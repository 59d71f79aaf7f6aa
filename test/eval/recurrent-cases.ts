// Seeded random RNN/GRU/LSTM nodes for the differential tests in lstm.test.ts, gru.test.ts and rnn.test.ts:
// random sizes, direction, layout (opset 14), bias, sequence_lens, initial states, peepholes, clip and
// activation lists, each compared with onnxruntime-node (graph optimizations off) through vsOrt.
import { expect } from 'vitest';
import { randn, rng, T, vsOrt, type In } from './ort-compare.js';
import { runBoth } from './harness.js';
import { GraphBuilder } from '../helpers/build.js';
import { parseModel } from '../../src/onnx/read.js';
import { modelBytes } from '../helpers/build.js';
import { runModel } from '../../src/eval/run.js';
import type { Value } from '../../src/eval/value.js';
import { fs, type AttrIn } from '../helpers/build.js';

export type Cell = 'RNN' | 'GRU' | 'LSTM';

const GATES: Record<Cell, number> = { RNN: 1, GRU: 3, LSTM: 4 };
const FUNCS: Record<Cell, number> = { RNN: 1, GRU: 2, LSTM: 3 };
// functions onnxruntime's CPU recurrent kernels accept, with alpha/beta where they take them
const POOL = ['Sigmoid', 'Tanh', 'Relu', 'HardSigmoid', 'LeakyRelu', 'Softsign', 'Softplus', 'ScaledTanh', 'Affine', 'Elu', 'ThresholdedRelu'];

export interface Case { ins: In[]; attrs: Record<string, AttrIn>; outs: string[]; label: string }

export interface CaseOptions {
  direction?: 'forward' | 'reverse' | 'bidirectional';
  seqLens?: boolean;
  layout?: number;
  linearBeforeReset?: boolean;
  peepholes?: boolean;
  activations?: boolean;
  clip?: boolean;
  inputForget?: boolean;
  /** Force batch entry 0 to an empty sequence (sequence_lens[0] = 0). */
  zeroLength?: boolean;
}

/** One random node of `cell`; options force features, the seed picks the rest. */
export function randomCase(cell: Cell, seed: number, o: CaseOptions = {}): Case {
  const r = rng(seed);
  const pick = <V>(xs: V[]): V => xs[Math.floor(r() * xs.length)]!;
  const seq = 1 + Math.floor(r() * 5), batch = 1 + Math.floor(r() * 3);
  const inSize = 1 + Math.floor(r() * 4), H = 1 + Math.floor(r() * 4);
  const direction = o.direction ?? pick(['forward', 'reverse', 'bidirectional'] as const);
  const nd = direction === 'bidirectional' ? 2 : 1;
  const layout = o.layout ?? 0;
  const G = GATES[cell];
  const xDims = layout === 0 ? [seq, batch, inSize] : [batch, seq, inSize];
  const sDims = layout === 0 ? [nd, batch, H] : [batch, nd, H];
  const count = (d: number[]) => d.reduce((a, b) => a * b, 1);
  const ins: In[] = [
    { name: 'X', dims: xDims, data: randn(r, count(xDims)) },
    { name: 'W', dims: [nd, G * H, inSize], data: randn(r, nd * G * H * inSize, 0.6) },
    { name: 'R', dims: [nd, G * H, H], data: randn(r, nd * G * H * H, 0.6) },
  ];
  const useB = r() < 0.7;
  ins.push(useB ? { name: 'B', dims: [nd, 2 * G * H], data: randn(r, nd * 2 * G * H, 0.5) } : { name: '', dims: [], data: [] });
  const seqLens = o.seqLens ?? r() < 0.5;
  ins.push(seqLens
    ? { name: 'sequence_lens', dims: [batch], data: Array.from({ length: batch }, (_, b) => (b === 0 && o.zeroLength ? 0 : Math.floor(r() * (seq + 1)))), type: T.INT32 }
    : { name: '', dims: [], data: [] });
  ins.push(r() < 0.6 ? { name: 'initial_h', dims: sDims, data: randn(r, count(sDims), 0.5) } : { name: '', dims: [], data: [] });
  if (cell === 'LSTM') {
    ins.push(r() < 0.6 ? { name: 'initial_c', dims: sDims, data: randn(r, count(sDims), 0.5) } : { name: '', dims: [], data: [] });
    const peep = o.peepholes ?? r() < 0.5;
    ins.push(peep ? { name: 'P', dims: [nd, 3 * H], data: randn(r, nd * 3 * H, 0.5) } : { name: '', dims: [], data: [] });
  }
  while (ins.length > 0 && ins[ins.length - 1]!.name === '') ins.pop();
  const attrs: Record<string, AttrIn> = { hidden_size: H, direction };
  if (layout !== 0) attrs.layout = layout;
  if (o.clip ?? r() < 0.3) attrs.clip = 0.5 + r() * 2;
  if (cell === 'GRU') attrs.linear_before_reset = (o.linearBeforeReset ?? r() < 0.5) ? 1 : 0;
  if (cell === 'LSTM' && (o.inputForget ?? false)) attrs.input_forget = 1;
  if (o.activations ?? r() < 0.4) {
    const names = Array.from({ length: FUNCS[cell] * nd }, () => pick(POOL));
    attrs.activations = names;
    const alphas: number[] = [], betas: number[] = [];
    for (const n of names) {
      // ThresholdedRelu always gets its alpha: its default differs between the standard (1) and onnxruntime (0)
      const always = n === 'ThresholdedRelu';
      if (['HardSigmoid', 'LeakyRelu', 'ScaledTanh', 'Affine', 'Elu', 'ThresholdedRelu'].includes(n) && (always || r() < 0.8)) alphas.push(0.1 + r());
      if (['HardSigmoid', 'ScaledTanh', 'Affine'].includes(n) && r() < 0.8) betas.push(0.1 + r() * 0.5);
    }
    if (alphas.length) attrs.activation_alpha = fs(alphas);
    if (betas.length) attrs.activation_beta = fs(betas);
  }
  const outs = cell === 'LSTM' ? ['Y', 'Y_h', 'Y_c'] : ['Y', 'Y_h'];
  return { ins, attrs, outs, label: `${cell} seed ${seed} seq ${seq} batch ${batch} in ${inSize} hidden ${H} ${direction} layout ${layout}` };
}

/** Swap the first two axes of a row-major tensor (layout 0 <-> layout 1 of X, the states and Y). */
function swap01(dims: number[], data: ArrayLike<number>): { dims: number[]; data: Float64Array } {
  const [a, b] = [dims[0]!, dims[1]!];
  const inner = dims.slice(2).reduce((x, y) => x * y, 1);
  const out = new Float64Array(a * b * inner);
  for (let i = 0; i < a; i++) for (let j = 0; j < b; j++) for (let k = 0; k < inner; k++) out[(j * a + i) * inner + k] = data[(i * b + j) * inner + k]!;
  return { dims: [b, a, ...dims.slice(2)], data: out };
}

/** Compare one random case with onnxruntime-node at layout 0 (outputs, dims, storage types). */
export async function checkCase(cell: Cell, seed: number, opset: number, o: CaseOptions = {}, tol = 1e-5): Promise<void> {
  const c = randomCase(cell, seed, { ...o, layout: 0 });
  await vsOrt(cell, opset, c.ins, c.attrs, c.outs.map((name) => ({ name })), tol);
}

/**
 * layout = 1 (opset 14): onnxruntime's CPU kernels refuse batch-major layout, so the same case runs in
 * onnxruntime at layout 0 and in pleat at layout 1 on the transposed X and initial states; pleat's Y (axes
 * [batch, seq, dir, hidden]) and Y_h/Y_c ([batch, dir, hidden]) must be onnxruntime's with the axes moved.
 */
export async function checkBatchMajor(cell: Cell, seed: number, opset: number, o: CaseOptions = {}, tol = 1e-5): Promise<void> {
  const c = randomCase(cell, seed, { ...o, layout: 0 });
  const g = new GraphBuilder();
  for (const i of c.ins) if (i.name) g.input(i.name, undefined, i.type ?? T.FLOAT);
  for (const n of c.outs) g.output(n);
  g.node(cell, c.ins.map((i) => i.name), c.attrs, { outputs: c.outs });
  const ref = (await runBoth(g, c.ins, opset)).ort;
  const g1 = new GraphBuilder();
  for (const i of c.ins) if (i.name) g1.input(i.name, undefined, i.type ?? T.FLOAT);
  for (const n of c.outs) g1.output(n);
  g1.node(cell, c.ins.map((i) => i.name), { ...c.attrs, layout: 1 }, { outputs: c.outs });
  const model = parseModel(modelBytes(g1, { opset }), '.');
  const feeds = new Map<string, Value>();
  for (const i of c.ins) {
    if (!i.name) continue;
    const batchMajor = ['X', 'initial_h', 'initial_c'].includes(i.name);
    const v = batchMajor ? swap01(i.dims, i.data) : { dims: i.dims, data: Float64Array.from(i.data) };
    feeds.set(i.name, { type: i.type ?? T.FLOAT, dims: v.dims, data: v.data });
  }
  for (const precision of ['float64', 'float32'] as const) {
    const out = runModel(model, feeds, { precision });
    for (const name of c.outs) {
      const r = ref[name]!;
      // Y [seq, dir, batch, hidden] -> [batch, seq, dir, hidden]; states [dir, batch, hidden] -> [batch, dir, hidden]
      let want: { dims: number[]; data: Float64Array };
      if (name === 'Y') {
        const [S, D, B, H] = r.dims as [number, number, number, number];
        const data = new Float64Array(r.data.length);
        for (let s = 0; s < S; s++) for (let d = 0; d < D; d++) for (let b = 0; b < B; b++) for (let h = 0; h < H; h++) {
          data[((b * S + s) * D + d) * H + h] = r.data[((s * D + d) * B + b) * H + h]!;
        }
        want = { dims: [B, S, D, H], data };
      } else want = swap01(r.dims, r.data);
      const got = out.get(name)!;
      expect(got.dims, `${c.label} ${name} dims`).toEqual(want.dims);
      const t = precision === 'float32' ? 4 * tol : tol;
      for (let k = 0; k < want.data.length; k++) {
        expect(Math.abs(got.data[k]! - want.data[k]!), `${c.label} ${name} (${precision}) element ${k}`).toBeLessThanOrEqual(t * Math.max(1, Math.abs(want.data[k]!)));
      }
    }
  }
}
════
Begin with the line that contains "const [S, D, B, H]" and quote each line after it exactly, stopping after the last line of the data.

        const [S, D, B, H] = r.dims as [number, number, number, number];
        const data = new Float64Array(r.data.length);
        for (let s = 0; s < S; s++) for (let d = 0; d < D; d++) for (let b = 0; b < B; b++) for (let h = 0; h < H; h++) {
          data[((b * S + s) * D + d) * H + h] = r.data[((s * D + d) * B + b) * H + h]!;
        }
        want = { dims: [B, S, D, H], data };
      } else want = swap01(r.dims, r.data);
      const got = out.get(name)!;
      expect(got.dims, `${c.label} ${name} dims`).toEqual(want.dims);
      const t = precision === 'float32' ? 4 * tol : tol;
      for (let k = 0; k < want.data.length; k++) {
        expect(Math.abs(got.data[k]! - want.data[k]!), `${c.label} ${name} (${precision}) element ${k}`).toBeLessThanOrEqual(t * Math.max(1, Math.abs(want.data[k]!)));
      }
    }
  }
}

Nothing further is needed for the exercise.